You can cook and bake with regular Smart Balance but can only use the light as a spread.


----------



## erinmself (Jul 11, 2006)

I made some chowder today and used the smart balance light to sautee some stuff and it worked pretty well.


----------



## SierraCook (Jul 12, 2006)

unmuzzleme said:
			
		

> So, what is the product name? I have been enjoying Smart Balance as a healthy alternative. The light version (made with flaxseed oil) is super spreadable and tastes delicious. It's not so great for baking or cooking, however...


 
I have been using Smart Balance for a couple of years now and love it. I once put it on the table when my family was visiting and my brother who can be picky about food used it and liked it.  

When I bake or cook I use real butter.  I rarely bake for myself, so what little I eat of the baked goods I feel that I can indulge in using real butter.


----------



## Michael in FtW (Jul 12, 2006)

Depending on which page you look on ... 1 Tablespoon of fat is 110-120 calories. If you have a "butter substitute spread" that has less calories - it's volume is either pumped up from water or whipped to include a lot of air, or both.

Fats from animal sources contain cholesterol - fats from non-animal sources don't. 

While it will not make any difference when spreading on your bread, sautéing some vegetables, etc - the air/water/fat content _*WILL*_ make a difference in baked goods. For example: Crisco uses air to replace the water in butter on a per-volume basis. So - if you use Crisco to replace butter in a recipe - you have to make a 20% adjustment in the water content of the recipe.

If you're going to bake with these _artificial_ spreads - check the package for substitution instructions.


----------



## DinaFine (Jul 20, 2006)

I have been using Earth Balance which can be found in natural food stores, and Trader Joe.  It is GMO free and hydrogenated and trans fat free.  I used in baking without any difference in taste or texture.  Since I wont use margarine or any hydrogenated vegetable fat, and cant use butter most of the time due to the need to keep kosher.  This has been ideal.


----------



## vagriller (Jul 20, 2006)

Good find Brian!


----------



## QSis (Jul 20, 2006)

jpmcgrew said:
			
		

> You can cook and bake with regular Smart Balance but can only use the light as a spread.


 
Correct, jp.  Therefore, I buy only Smart Balance regular and use it for everything.  It's really good, and I'm a butter snob!

Lee


----------



## Banana Brain (Jul 20, 2006)

vagriller said:
			
		

> Good find Brian!


Okay, okay, enough with the jokes people...


----------



## Banana Brain (Jul 20, 2006)

And to respond to what everyone else is saying about its pumped up with water, etc, etc, yes it is DEFINATLY pumped up with water.
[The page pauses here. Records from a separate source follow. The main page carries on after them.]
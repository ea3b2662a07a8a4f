namespace OrderUnfold.Inversion;

/// <summary>
/// Chooses between the active-set solver (sparse support: line spectra with an L1 weight) and the dense solver
/// (broadband spectra, no L1 weight, or a smoothness weight, where most bins end up active and every column the active
/// set adds costs a Cholesky update that grows with the support). The result says which solver ran and why.
/// </summary>
public static class NnlsSolver
{
    /// <summary>In automatic mode the active set hands over when it holds more than this fraction of the entries
    /// (and at least <see cref="MinHandover"/>).</summary>
    public const double HandoverFraction = 0.05;

    /// <summary>Smallest active-set size at which the automatic mode hands over.</summary>
    public const int MinHandover = 200;

    /// <summary>The active-set size at which the automatic mode hands over, for a problem of <paramref name="count"/> entries.</summary>
    public static int HandoverCount(int count) => Math.Max(MinHandover, (int)(HandoverFraction * count));

    /// <summary>
    /// Solves with the chosen solver. <paramref name="l1Weight"/> and <paramref name="smoothness"/> describe the problem's
    /// shape for the automatic choice; with <paramref name="handover"/> the automatic mode also hands an unpenalised
    /// problem from the active set to the dense solver when the support grows past <see cref="HandoverCount"/>. The dense solver takes the active set's tolerance and iteration scale; a handover is
    /// warm-started from the active set's iterate. A cancelled <paramref name="cancellationToken"/> stops whichever solver
    /// runs (<see cref="OperationCanceledException"/>).
    /// </summary>
    public static NnlsResult Solve(INormalEquations eq, SolverChoice choice, ActiveSetNnls.Options activeSet,
        double l1Weight, double smoothness, ReadOnlySpan<double> start = default, bool handover = false, CancellationToken cancellationToken = default)
    {
        DenseNnls.Options Dense() => new() { Tolerance = activeSet.Tolerance };
        switch (choice)
        {
            case SolverChoice.ActiveSet:
                return ActiveSetNnls.Solve(eq, activeSet, start, cancellationToken) with { Reason = "active set requested" };
            case SolverChoice.Dense:
                return DenseNnls.Solve(eq, Dense(), start, cancellationToken) with { Reason = "dense solver requested" };
        }

        // A smoothness weight makes the support dense and the problem well posed: the dense solver's case. Without it
        // (with or without an L1 weight) the support decides: the active set starts and hands over when it grows. The dense
        // solver is not started directly on an unpenalised problem, where a nearly singular G can stall it.
        if (smoothness > 0)
            return DenseNnls.Solve(eq, Dense(), start, cancellationToken) with { Reason = "smoothness weight on: dense support expected" };
        if (!handover) return ActiveSetNnls.Solve(eq, activeSet, start, cancellationToken) with { Reason = "no smoothness weight: sparse support expected" };

        // Handover by support (off by default: on field trace 08 it made the joint solve 20 s instead of 4 s of CPU, because
        // the dense solver stalls on the unpenalised problem and the active set then finishes from its iterate)
        var limit = HandoverCount(eq.Count);
        var first = ActiveSetNnls.Solve(eq, activeSet with { MaxActiveCount = Math.Min(activeSet.MaxActiveCount, limit) }, start, cancellationToken);
        if (!first.HandedOver) return first with { Reason = $"sparse support (fewer than {limit} active entries)" };
        var handoverReason = $"the active set passed {limit} of {eq.Count} entries after {first.Iterations} iterations; handed over to the dense solver";
        var dense = DenseNnls.Solve(eq, Dense(), first.Solution, cancellationToken);
        if (dense.Status == SolverStatus.Converged) return dense with { Reason = handoverReason };
        // the dense solver stalls on nearly singular problems (no smoothness weight): the active set finishes from its
        // iterate, within its own iteration limit, so the answer is never worse than the active set alone would give
        var finish = ActiveSetNnls.Solve(eq, activeSet, dense.Solution, cancellationToken);
        return finish with
        {
            Reason = $"{handoverReason}, which did not converge ({dense.Message}); the active set finished from its iterate",
            Products = dense.Products,
        };
    }
}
If you buy this, get ready for something slippery and not thick at all like butter or even spreadable margerine.


----------



## lunch (Jul 23, 2006)

*vegan butter alternatives*

hello.

any ideas on vegan waffles/butter alternative that doesn't taste too much of coconut?


----------



## DinaFine (Jul 23, 2006)

lunch said:
			
		

> hello.
> 
> any ideas on vegan waffles/butter alternative that doesn't taste too much of coconut?
> 
> [Use Earth Balance which is not the same as Smart Balance. The water content is lower, and you can use it in any recipe without any difference in taste.


----------



## TATTRAT (Jul 23, 2006)

I can't believe it's NOT butter!


----------